The Coordinating Minister of Health and Social Welfare, Prof Muhammad Pate said the enrolment quota in medical, nursing, and other health professional schools has been increased from 28,000 to 64,000 yearly.

Prof Pate said this on Friday,  May 24, at the sectoral ministerial press briefing to mark the first anniversary of President Bola Tinubu in office in Abuja.

Pate said, “We have doubled the intake, the enrollment, the quotas of medical schools, nursing schools, and other health professionals’ schools from an enrollment target of 28,000 a year to 64,000 now.

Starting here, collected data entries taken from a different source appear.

/**
 * Size budget of the storefront's catalogue page: builds the storefront, then reads Vite's manifest
 * (dist/storefront/.vite/manifest.json) for the entry chunk and every chunk it imports statically (what the browser
 * must fetch before the catalogue can draw), and prints their JavaScript gzipped against the budget. The canvas
 * library must not be among them: it belongs to the lazily loaded designer. Which chunk holds it is read from the
 * build itself (each chunk's module list), not guessed from file names. It prints; it is not a test.
 * Run with `npm run bench:bundle`; `--no-build` measures the existing dist/storefront from `npm run build`.
 */
import { existsSync, readFileSync } from 'node:fs';
import { join } from 'node:path';
import { gzipSync } from 'node:zlib';
import { fileURLToPath } from 'node:url';
import { build, type Plugin } from 'vite';

/** 170 kB, in Vite's own kilobytes (1000 bytes), so the figure reads like the build's report. */
const BUDGET_GZIP_BYTES = 170 * 1000;
const root = fileURLToPath(new URL('..', import.meta.url));
const outDir = join(root, 'dist/storefront');
const manifestPath = join(outDir, '.vite/manifest.json');
/** The canvas library's package folder: a module from here marks the chunk that carries it. */
const CANVAS_LIBRARY = /[\\/]node_modules[\\/]fabric[\\/]/;

interface ManifestChunk {
  file: string;
  isEntry?: boolean;
  imports?: string[];
  dynamicImports?: string[];
}

/** A bundled module and its size in the chunk before minifying, bytes. */
interface BundledModule {
  id: string;
  renderedBytes: number;
}

/** Records, for each emitted chunk file, the modules bundled into it. */
function recordChunkModules(into: Map<string, BundledModule[]>): Plugin {
  return {
    name: 'hoopwright:record-chunk-modules',
    generateBundle(_options, bundle) {
      for (const output of Object.values(bundle)) {
        if (output.type !== 'chunk') continue;
        into.set(
          output.fileName,
          Object.entries(output.modules).map(([id, module]) => ({ id, renderedBytes: module.renderedLength })),
        );
      }
    },
  };
}

/** The package (or project folder) a module comes from, to tell where the bytes go. */
const originOf = (id: string) =>
  /node_modules[\\/]((?:@[^\\/]+[\\/])?[^\\/]+)/.exec(id)?.[1] ??
  id.replace(root, '').split(/[\\/]/).slice(0, 3).join('/');

/** The largest contributors to the given chunks, by package or project folder, before minifying. */
function largestOrigins(modules: BundledModule[], count: number): string[] {
  const byOrigin = new Map<string, number>();
  for (const module of modules)
    byOrigin.set(originOf(module.id), (byOrigin.get(originOf(module.id)) ?? 0) + module.renderedBytes);
  return [...byOrigin]
    .sort((a, b) => b[1] - a[1])
    .slice(0, count)
    .map(([origin, bytes]) => `${origin} ${kb(bytes)}`);
}

/** The entry and every chunk reachable from it through static imports, by manifest key. */
function initialChunks(manifest: Record<string, ManifestChunk>): string[] {
  const entry = Object.keys(manifest).find((key) => manifest[key]!.isEntry);
  if (!entry) throw new Error(`No entry chunk in ${manifestPath}`);
  const seen = new Set<string>();
  const visit = (key: string) => {
    if (seen.has(key)) return;
    seen.add(key);
    for (const imported of manifest[key]?.imports ?? []) visit(imported);
  };
  visit(entry);
  return [...seen];
}

const kb = (bytes: number) => `${(bytes / 1000).toFixed(1)} kB`;

async function main(): Promise<void> {
  const chunkModules = new Map<string, BundledModule[]>();
  const isBuilt = process.argv.includes('--no-build');
  if (!isBuilt) {
    await build({
      configFile: join(root, 'storefront/vite.config.ts'),
      logLevel: 'warn',
      plugins: [recordChunkModules(chunkModules)],
    });
  }
  if (!existsSync(manifestPath))
    throw new Error(`${manifestPath} is missing: run \`npm run build\` first, or drop --no-build.`);
  const manifest = JSON.parse(readFileSync(manifestPath, 'utf8')) as Record<string, ManifestChunk>;

  const initial = initialChunks(manifest)
    .map((key) => manifest[key]!.file)
    .filter((file) => file.endsWith('.js'));
  let totalGzip = 0;
  console.log('Catalogue page, initial JavaScript (entry and its static imports):');
  for (const file of initial) {
    const bytes = readFileSync(join(outDir, file));
    const gzip = gzipSync(bytes).length;
    totalGzip += gzip;
    console.log(`  ${file}  ${kb(bytes.length)} raw, ${kb(gzip)} gzipped`);
  }
  console.log(
    `Total: ${kb(totalGzip)} gzipped; budget ${kb(BUDGET_GZIP_BYTES)}: ${totalGzip <= BUDGET_GZIP_BYTES ? 'within' : 'OVER'} budget.`,
  );

  if (isBuilt) {
    console.log(
      "Canvas library check skipped with --no-build: the chunks' module lists are only known while building.",
    );
    return;
  }
  const initialModules = initial.flatMap((file) => chunkModules.get(file) ?? []);
  console.log(`Largest parts of it, before minifying: ${largestOrigins(initialModules, 6).join(', ')}.`);
  const canvasChunks = [...chunkModules]
    .filter(([, modules]) => modules.some((module) => CANVAS_LIBRARY.test(module.id)))
    .map(([file]) => file);
  if (canvasChunks.length === 0)
    throw new Error('No chunk holds the canvas library: has the designer stopped using it, or the build changed?');
  const leaked = canvasChunks.filter((file) => initial.includes(file));
  console.log(
    `Canvas library (fabric) is in ${canvasChunks.join(', ')}: ${leaked.length === 0 ? 'not loaded by the catalogue page.' : 'LOADED BY THE CATALOGUE PAGE.'}`,
  );
}

await main();
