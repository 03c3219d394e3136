/**
 * The bare endpoint `npm run bench:api` measures the server against: Express 5 with its JSON body parser, one
 * route per scenario answering the body the real server gave (BARE_ROUTES), and nothing else.
 */
import express from 'express';

const routes = JSON.parse(process.env.BARE_ROUTES ?? '[]') as { method: 'GET' | 'POST'; path: string; body: string }[];
const app = express();
app.use(express.json({ limit: '1mb' }));
app.get('/api/health', (_req, res) => {
  res.json({ ok: true });
});
for (const route of routes) {
  const answer = JSON.parse(route.body);
  app[route.method === 'GET' ? 'get' : 'post'](route.path, (_req, res) => {
    res.json(answer);
  });
}
const server = app.listen(Number(process.env.PORT), '127.0.0.1');
process.on('SIGTERM', () => server.close(() => process.exit(0)));
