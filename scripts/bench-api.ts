/**
 * API benchmark (issue 13): the real server (its own process, on the test stack's database and ports, with the
 * local stand-ins) against a bare Express endpoint (also its own process) that answers the same bytes without
 * doing any work, driven by autocannon with 64 connections, alternately, for three rounds of: quote preview (a
 * dress, a border of many repeats, a name, two motifs), the catalogue list and a garment page. Targets: quote
 * preview at least 0.4 × the bare requests per second, the catalogue list at least 0.5 ×, and the quote's p99 at
 * most 4 × the bare endpoint's in the same run. The machine may be shared, so each run prints the load beside it.
 * Run with `npm run bench:api`.
 */
import { spawn, type ChildProcess } from 'node:child_process';
import { readFileSync, writeFileSync } from 'node:fs';
import { cpus, loadavg } from 'node:os';
import { join } from 'node:path';
import autocannon from 'autocannon';
import { garmentDetailResponse, garmentListResponse } from '../server/src/contracts/catalogue.ts';
import { quotePreviewResponse, type QuotePreviewRequest } from '../server/src/contracts/quotes.ts';
import {
  localDatabasePid,
  projectRoot,
  recreateLocalDatabase,
  startLocalDatabase,
  stopLocalDatabase,
} from './db-lifecycle.ts';
import {
  localStack,
  migrateAndSeed,
  startLocalFakes,
  startServerProcess,
  stopProcess,
  waitForHealth,
} from './stack.ts';

const CONNECTIONS = 64;
const RUN_SECONDS = Number(process.env.BENCH_SECONDS ?? 6);
const ROUNDS = 3;
const TARGETS = { preview: 0.4, garments: 0.5, previewP99: 4 };

interface Scenario {
  name: 'preview' | 'garments' | 'garment';
  label: string;
  path: string;
  bareBody: string;
  method: 'GET' | 'POST';
  body?: string;
}

interface Figures {
  requestsPerSecond: number;
  p99Ms: number;
  errors: number;
  /** CPU time the serving process (and MariaDB, for the app) spent per answered request: a figure load moves less. */
  cpuMsPerRequest: number;
  databaseCpuMsPerRequest: number;
}

/** A process's CPU time so far in ms (user + system, every thread), from /proc (Linux). */
function cpuMsOf(pid: number | undefined): number {
  if (!pid) return 0;
  try {
    const fields = readFileSync(`/proc/${pid}/stat`, 'utf8').split(') ')[1].split(' ');
    // utime and stime are fields 14 and 15 of proc(5), in clock ticks (100 a second on Linux).
    return (Number(fields[11]) + Number(fields[12])) * 10;
  } catch {
    return 0;
  }
}

const stack = localStack('test');
const barePort = stack.ports.app + 50;
const bareOrigin = `http://127.0.0.1:${barePort}`;
let server: ChildProcess | undefined;
let bare: ChildProcess | undefined;
let fakes: Awaited<ReturnType<typeof startLocalFakes>> | undefined;
let startedDatabase = false;

const loadNow = () => `load ${loadavg()[0].toFixed(2)}`;

async function fetchJson(path: string, init?: RequestInit): Promise<unknown> {
  const response = await fetch(`${stack.appOrigin}${path}`, {
    ...init,
    headers: { 'content-type': 'application/json', origin: stack.appOrigin },
  });
  if (!response.ok) throw new Error(`${path} answered ${response.status}: ${await response.text()}`);
  return response.json();
}

/** The benchmark's design on the seeded shop: the bishop dress's largest size, a border round its hem, a name, two motifs. */
async function previewRequest(): Promise<{ request: QuotePreviewRequest; garmentSlug: string }> {
  const list = garmentListResponse.parse(await fetchJson('/api/catalogue/garments'));
  const dress = list.garments.find((garment) => garment.slug === 'bishop-dress') ?? list.garments[0];
  const page = garmentDetailResponse.parse(await fetchJson(`/api/catalogue/garments/${dress.slug}`));
  const size = page.garment.sizes.at(-1)!;
  const zone = size.zones.find((z) => z.code !== 'hem')!;
  const at = (share: number) => ({
    zone: zone.code,
    centerXMm: zone.xMm + zone.widthMm * share,
    centerYMm: zone.yMm + zone.heightMm / 2,
    rotationDeg: 0,
  });
  const request: QuotePreviewRequest = {
    garmentId: dress.id,
    sizeId: size.id,
    colourId: page.garment.colours[0].id,
    quantity: 3,
    isRush: false,
    document: {
      version: 1,
      placements: [
        {
          id: 'hem',
          kind: 'border',
          zone: 'hem',
          motif: 'scallop-and-dot',
          run: 'circumference',
          hemOffsetMm: 20,
          threads: ['WB-108'],
        },
        {
          id: 'name',
          kind: 'lettering',
          ...at(0.5),
          text: 'Amelia',
          font: 'rounded-block',
          letterHeightMm: 14,
          thread: 'WB-110',
        },
        {
          id: 'lamb',
          kind: 'motif',
          ...at(0.25),
          motif: 'little-lamb',
          scalePct: 90,
          threads: ['WB-127', 'WB-102', 'WB-109'],
        },
        {
          id: 'stars',
          kind: 'motif',
          ...at(0.75),
          motif: 'star-and-moon',
          scalePct: 90,
          threads: ['WB-129', 'WB-103'],
        },
      ],
    },
  };
  return { request, garmentSlug: dress.slug };
}

/** Starts the bare endpoint: Express 5, one route per scenario, each answering a fixed body. */
async function startBareEndpoint(scenarios: Scenario[]): Promise<ChildProcess> {
  // The same Node flags as the app's server (stack.ts), so only the work differs.
  const child = spawn(
    process.execPath,
    ['--max-semi-space-size=64', '--import', 'tsx', join(projectRoot, 'scripts/bench-bare-endpoint.ts')],
    {
      cwd: projectRoot,
      env: {
        ...process.env,
        PORT: String(barePort),
        BARE_ROUTES: JSON.stringify(scenarios.map(({ method, path, bareBody }) => ({ method, path, body: bareBody }))),
      },
      stdio: ['ignore', 'ignore', 'inherit'],
    },
  );
  await waitForHealth(child, bareOrigin, 'The bare endpoint');
  return child;
}

async function drive(origin: string, scenario: Scenario, seconds: number): Promise<Figures> {
  const servingPid = origin === bareOrigin ? bare?.pid : server?.pid;
  const databasePid = origin === bareOrigin ? undefined : localDatabasePid();
  const [cpuBefore, databaseBefore] = [cpuMsOf(servingPid), cpuMsOf(databasePid)];
  const result = await autocannon({
    url: `${origin}${scenario.path}`,
    connections: CONNECTIONS,
    duration: seconds,
    method: scenario.method,
    headers: { 'content-type': 'application/json', origin: stack.appOrigin },
    ...(scenario.body ? { body: scenario.body } : {}),
  });
  const answered = Math.max(1, result.requests.total);
  return {
    requestsPerSecond: result.requests.average,
    p99Ms: result.latency.p99,
    errors: result.errors + result.non2xx + result.timeouts,
    cpuMsPerRequest: (cpuMsOf(servingPid) - cpuBefore) / answered,
    databaseCpuMsPerRequest: (cpuMsOf(databasePid) - databaseBefore) / answered,
  };
}

/**
 * Waits until a process has finished starting: its worker threads load their code after the server answers its
 * first health check, and that CPU would otherwise be counted against the first round. Settled means under 5 % of a
 * core over half a second (at most 60 s).
 */
async function settled(pid: number | undefined): Promise<void> {
  for (let waited = 0, before = cpuMsOf(pid); waited < 60_000; waited += 500) {
    await new Promise((resolve) => setTimeout(resolve, 500));
    const now = cpuMsOf(pid);
    if (now - before < 25) return;
    before = now;
  }
}

const median = (values: number[]) => [...values].sort((a, b) => a - b)[Math.floor(values.length / 2)];
const rate = (figures: Figures) =>
  `${figures.requestsPerSecond.toFixed(0)} req/s, p99 ${figures.p99Ms} ms${figures.errors ? `, ${figures.errors} errors` : ''}`;
const cpu = (figures: Figures) =>
  `${figures.cpuMsPerRequest.toFixed(3)} ms${figures.databaseCpuMsPerRequest ? ` + MariaDB ${figures.databaseCpuMsPerRequest.toFixed(3)} ms` : ''}`;

async function main(): Promise<void> {
  console.log(
    `API benchmark: ${cpus().length} cores, ${CONNECTIONS} connections, ${RUN_SECONDS} s a run, ${loadNow()}`,
  );
  startedDatabase = (await startLocalDatabase()).started;
  recreateLocalDatabase('hoopwright_test');
  await migrateAndSeed(stack.env, 'always');
  fakes = await startLocalFakes(stack);
  server = await startServerProcess(stack, { isSilent: !process.env.BENCH_LOUD, onSpawn: (child) => (server = child) });

  const { request: preview, garmentSlug } = await previewRequest();
  const previewBody = JSON.stringify(preview);
  const answered = quotePreviewResponse.parse(
    await fetchJson('/api/quotes/preview', { method: 'POST', body: previewBody }),
  );
  const border = answered.placements.find((placement) => placement.id === 'hem')?.border;
  console.log(
    `The design: ${border?.count ?? 0} border repeats, a name, two motifs; ${answered.quote.totalCents} cents; ${previewBody.length} bytes asked, ${JSON.stringify(answered).length} answered.`,
  );
  // BENCH_DUMP=file keeps the answer for reading; BENCH_LOUD=1 lets the server's messages through.
  if (process.env.BENCH_DUMP) writeFileSync(process.env.BENCH_DUMP, JSON.stringify(answered, null, 1));
  const garments = await fetchJson('/api/catalogue/garments');
  const garmentPath = `/api/catalogue/garments/${garmentSlug}`;
  const garment = await fetchJson(garmentPath);
  const scenarios: Scenario[] = [
    {
      name: 'preview',
      label: 'quote preview',
      path: '/api/quotes/preview',
      method: 'POST',
      body: previewBody,
      bareBody: JSON.stringify(answered),
    },
    {
      name: 'garments',
      label: 'catalogue list',
      path: '/api/catalogue/garments',
      method: 'GET',
      bareBody: JSON.stringify(garments),
    },
    { name: 'garment', label: 'garment page', path: garmentPath, method: 'GET', bareBody: JSON.stringify(garment) },
  ];
  // BENCH_ONLY=preview (a comma list of scenario names) measures fewer, e.g. while profiling the server.
  const only = process.env.BENCH_ONLY?.split(',');
  if (only) scenarios.splice(0, scenarios.length, ...scenarios.filter((scenario) => only.includes(scenario.name)));
  bare = await startBareEndpoint(scenarios);

  await settled(server.pid);
  // Warm both up (JIT, pools, kept catalogue) before anything is counted.
  for (const scenario of scenarios) {
    await drive(stack.appOrigin, scenario, 2);
    await drive(bareOrigin, scenario, 2);
  }

  const ratios: Record<Scenario['name'], number[]> = { preview: [], garments: [], garment: [] };
  const p99s = { app: [] as number[], bare: [] as number[] };
  for (let round = 1; round <= ROUNDS; round += 1) {
    for (const scenario of scenarios) {
      const loadBefore = loadNow();
      const app = await drive(stack.appOrigin, scenario, RUN_SECONDS);
      const loadBetween = loadNow();
      const bareFigures = await drive(bareOrigin, scenario, RUN_SECONDS);
      const ratio = app.requestsPerSecond / bareFigures.requestsPerSecond;
      ratios[scenario.name].push(ratio);
      if (scenario.name === 'preview') {
        p99s.app.push(app.p99Ms);
        p99s.bare.push(bareFigures.p99Ms);
      }
      console.log(
        `round ${round} ${scenario.label.padEnd(15)} app ${rate(app)} (${loadBefore}) · bare ${rate(bareFigures)} (${loadBetween}) · ${ratio.toFixed(2)} ×`,
      );
      console.log(`        CPU per request: app ${cpu(app)} · bare ${cpu(bareFigures)}`);
    }
  }

  const verdict = (isMet: boolean) => (isMet ? 'PASS' : 'MISS');
  const previewRatio = median(ratios.preview);
  const [appP99, bareP99] = [median(p99s.app), median(p99s.bare)];
  console.log(`Medians of ${ROUNDS} rounds (${loadNow()}):`);
  if (ratios.garments.length)
    console.log(
      `  catalogue list ÷ bare: ${median(ratios.garments).toFixed(2)} (target ≥ ${TARGETS.garments}) ${verdict(median(ratios.garments) >= TARGETS.garments)}`,
    );
  if (ratios.garment.length) console.log(`  garment page ÷ bare: ${median(ratios.garment).toFixed(2)}`);
  console.log(
    `  quote preview ÷ bare: target ≥ ${TARGETS.preview} ${verdict(previewRatio >= TARGETS.preview)}; p99 target ≤ ${TARGETS.previewP99} × bare ${verdict(appP99 <= TARGETS.previewP99 * bareP99)}`,
  );
  console.log(`quote preview ÷ bare: ${previewRatio.toFixed(2)} (p99 ${appP99} ms vs ${bareP99} ms)`);
}

/** Stops what this run started, whichever way it ends. */
async function stopAll(): Promise<void> {
  await stopProcess(bare);
  await stopProcess(server);
  await fakes?.close();
  if (startedDatabase) await stopLocalDatabase();
}

let exitCode = 0;
process.on('SIGINT', () => void stopAll().then(() => process.exit(130)));
try {
  await main();
} catch (error) {
  console.error(`The API benchmark failed: ${(error as Error).message}`);
  exitCode = 1;
} finally {
  await stopAll();
}
process.exit(exitCode);
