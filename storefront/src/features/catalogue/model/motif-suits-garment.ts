import type { GarmentSummary, MotifSummary } from '@server/contracts/catalogue.ts';
// Straight from its module: the engine's entry also registers colour spaces at load, which the catalogue does not need.
import { fitMotifBorder } from '@server/engine/fit-border.ts';

const HEM_ZONE = 'hem';

/**
 * Whether a motif can go on a garment in at least one of its sizes: a border when whole repeats meet all the way
 * round some size's hem within the motif's resizing limits (the engine's fit, the same one the server prices), a
 * single motif when it fits inside one of the garment's other places at its smallest allowed size.
 */
export function motifSuitsGarment(motif: MotifSummary, garment: GarmentSummary): boolean {
  if (motif.kind === 'border') {
    return garment.sizes.some(
      (size) =>
        size.hemCircumferenceMm !== null &&
        fitMotifBorder(motif, { runLengthMm: size.hemCircumferenceMm, closed: true }).ok,
    );
  }
  const smallest = motif.minScalePct / 100;
  return garment.sizes.some((size) =>
    size.zones.some(
      (zone) =>
        zone.code !== HEM_ZONE &&
        motif.widthMm * smallest <= zone.widthMm &&
        motif.heightMm * smallest <= zone.heightMm,
    ),
  );
}

/** Whether a garment takes lettering: it has a place other than the hem for a name. */
export const garmentTakesLettering = (garment: GarmentSummary) =>
  garment.sizes.some((size) => size.zones.some((zone) => zone.code !== HEM_ZONE));
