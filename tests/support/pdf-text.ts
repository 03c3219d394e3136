/**
 * Reads a PDF's text back with pdfjs-dist (independent of the pdfkit that wrote it): every page's text items
 * joined by spaces, white space folded, so a test can look for a sentence whatever the line breaks.
 */
import { getDocument } from 'pdfjs-dist/legacy/build/pdf.mjs';

export async function readPdfText(bytes: Buffer): Promise<string> {
  const pdf = await getDocument({ data: new Uint8Array(bytes), useSystemFonts: false }).promise;
  const pages: string[] = [];
  for (let number = 1; number <= pdf.numPages; number += 1) {
    const content = await (await pdf.getPage(number)).getTextContent();
    pages.push(content.items.map((item) => ('str' in item ? item.str : '')).join(' '));
  }
  await pdf.destroy();
  return pages.join(' ').replace(/\s+/g, ' ');
}
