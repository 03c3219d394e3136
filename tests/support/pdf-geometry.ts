/**
 * Reads a PDF back with pdfjs-dist (a general-purpose PDF library, independent of the pdfkit that wrote it): page
 * sizes and the bounding boxes of the paths drawn on each page, in PDF units.
 */
import { getDocument, OPS } from 'pdfjs-dist/legacy/build/pdf.mjs';

export interface PathBox {
  widthPt: number;
  heightPt: number;
}

export interface PdfPage {
  /** [x0, y0, x1, y1] of the media box, PDF units. */
  view: number[];
  /** Every constructed path's bounding box (pdfjs reports it beside the path data). */
  paths: PathBox[];
}

export async function readPdfPages(bytes: Buffer): Promise<PdfPage[]> {
  const pdf = await getDocument({ data: new Uint8Array(bytes), useSystemFonts: false }).promise;
  const pages: PdfPage[] = [];
  for (let number = 1; number <= pdf.numPages; number += 1) {
    const page = await pdf.getPage(number);
    const operators = await page.getOperatorList();
    const paths: PathBox[] = [];
    operators.fnArray.forEach((fn, i) => {
      if (fn !== OPS.constructPath) return;
      // pdfjs 5: [paint operator, [path data], [minX, minY, maxX, maxY]].
      const minMax = operators.argsArray[i][2] as ArrayLike<number>;
      paths.push({ widthPt: minMax[2] - minMax[0], heightPt: minMax[3] - minMax[1] });
    });
    pages.push({ view: [...page.view], paths });
  }
  await pdf.destroy();
  return pages;
}
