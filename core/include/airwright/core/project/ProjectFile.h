#pragma once
// Reading and writing Airwright project files (.awproj): JSON with keys of our own
// naming, units in the key names. The format is described in docs/project-format.md
// and resources/schema/airwright-project.schema.json.

#include "airwright/core/project/LoadReport.h"
#include "airwright/core/project/Project.h"
#include "airwright/core/project/ProjectIssue.h"

#include <cstdint>
#include <filesystem>
#include <string>
#include <string_view>
#include <vector>

namespace Airwright::Core::Project {

class ProjectFile {
public:
    static constexpr std::string_view kFormatName = "airwright-project";
    static constexpr int kFormatVersion = 1;
    static constexpr std::uintmax_t kMaxFileBytes = 16u * 1024u * 1024u;

    // Reads a project from JSON text. Checks everything and throws one
    // ProjectFileError listing every problem (JSON path and allowed range), so a
    // file is fixed in one pass. Unknown keys are not errors: they are listed in
    // report.warnings and ignored.
    static Project parse(std::string_view text, LoadReport& report);
    // As parse, from a file; refuses files over kMaxFileBytes. The error names the file.
    static Project load(const std::filesystem::path& file, LoadReport& report);

    // Canonical text: two-space indentation, fixed key order, optional values left
    // out when empty, numbers in the key's unit with the fewest digits that read
    // back to exactly the same value, whatever the C locale. (A value that was not
    // entered in the key's unit may have no exact decimal there; it then reads
    // back to the nearest double.)
    static std::string serialize(const Project& project);

    // Writes atomically: a temporary file in the same folder, flushed to disk, then
    // renamed over the target; an existing target is kept as FILE.bak. Refuses a
    // project that would not load back (ProjectFileError with the problems), so a
    // good file is never replaced by one that cannot be opened.
    static void save(const Project& project, const std::filesystem::path& file);

    // The problems load would report for this project; empty when it is valid.
    static std::vector<ProjectIssue> check(const Project& project);
};

} // namespace Airwright::Core::Project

“That is just the first step, the education sector will have to play its role. The states will have to play in to improve the infrastructure, the training, and the tools to produce more healthcare workforce because we need to produce more healthcare workforce given that we’re losing some so that we can serve the population of this country.”

On the Primary Health Care Centres, the minister noted that at least 1,400 centres can now provide skilled birth attendants.

According to him, more than 2,400 health workers – doctors, nurses, and midwives are been recruited in facilities to provide essential health services to Nigerians in rural areas.

He also highlighted that the Federal Government has disbursed the first tranche of N25bn of the Basic Health Care Provision Fund through the National Primary Health Care Development Agency and the National Health Insurance Authority.

“We put a condition that states that will access those have to comply with the fiduciary guidelines that have been provided, responding to lapses that have been observed over here so that the resources go to Nigerians.

“Twenty-three states have received those funds, and I believe that the rest of the states are just about to complete and receive their financing to channel through the PHCs.”

The Minister of State for Health and Social Welfare, Dr Tunji Alausa had in October 2023 said the government had put in place strategies to increase admissions into medical and dental institutions.

Dr Alausa noted that the 3,000 doctors produced annually in Nigeria was inadequate.

He said the mass exodus of licensed doctors and other health professionals to more developed countries would be discouraged by making the healthcare environment more attractive.